Сегодня мне разрешили выйти в город. Решила наведаться домой. Пошла пешком – по Невскому: трамваи еще не идут. Дома все так же неуютно, пусто и холодно.
24 апреля 1942 года
Скоро кончится мой вынужденный отдых, вызванный дистрофией. Буду работать на той же работе в учбюро. Постараюсь никогда не уподобляться тем работникам, которые забывают, что они для трудящихся, а не наоборот. Как разговаривают они с просителями даже в наше трудное военное время! Каждое дело, каждая сводка, каждая бумажка превращается у таких работников в нечто самодовлеющее, они не видят за сводками людей.
1 мая 1942 года
Я уже работаю. С 1 по 20 мая мне дали усиленное питание и прикрепили к специальной столовой, где выдают такое питание людям. Я прикреплена к ресторану «Москва».
4 мая 1942 года
Никто из работников нашего учбюро, никто из контролеров не потерял членов семьи. Никто у них не умер от дистрофии, и сами они не выбывают из строя, как я, от голода. Упала женщина, когда я шла на работу. А потом упал старик. Чья-то мать, чей-то отец.

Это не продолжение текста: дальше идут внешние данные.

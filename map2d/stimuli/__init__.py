"""Seeded stimulus generators (sparse noise, flashed and drifting gratings) and a renderer.

Caution: flashing and high-contrast patterns can trigger seizures in photosensitive people. Follow
local guidance and your local animal-care approvals when presenting these stimuli.
"""

from .gratings import combine_tables, make_drifting_gratings, make_flashed_gratings
from .sparse_noise import make_sparse_noise

__all__ = ["make_sparse_noise", "make_flashed_gratings", "make_drifting_gratings", "combine_tables"]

Но жить в Ленинграде стало полегче. Смертность от дистрофии снизилась. Помогла Дорога жизни и забота всей страны о блокадном Ленинграде. К тому же надвигается лето – ждем продукции со своих огородов.
22 мая 1942 года
Обследуя домохозяйства и учреждения (правильность выдачи продкарточек), встречаюсь с интересными людьми, подлинными героями. Но есть и такие, как управляющая домохозяйством № 110 З-ва. Приходится иногда превращаться в следователя и передавать дела прокурору. З-ва уже арестована. Ведется следствие. Мой материал о злоупотреблении ею продкарточками полностью подтверждается. Воровала у голодных ленинградцев крохи хлеба и продуктов для себя и своих родичей, продавала карточки, спекулировала.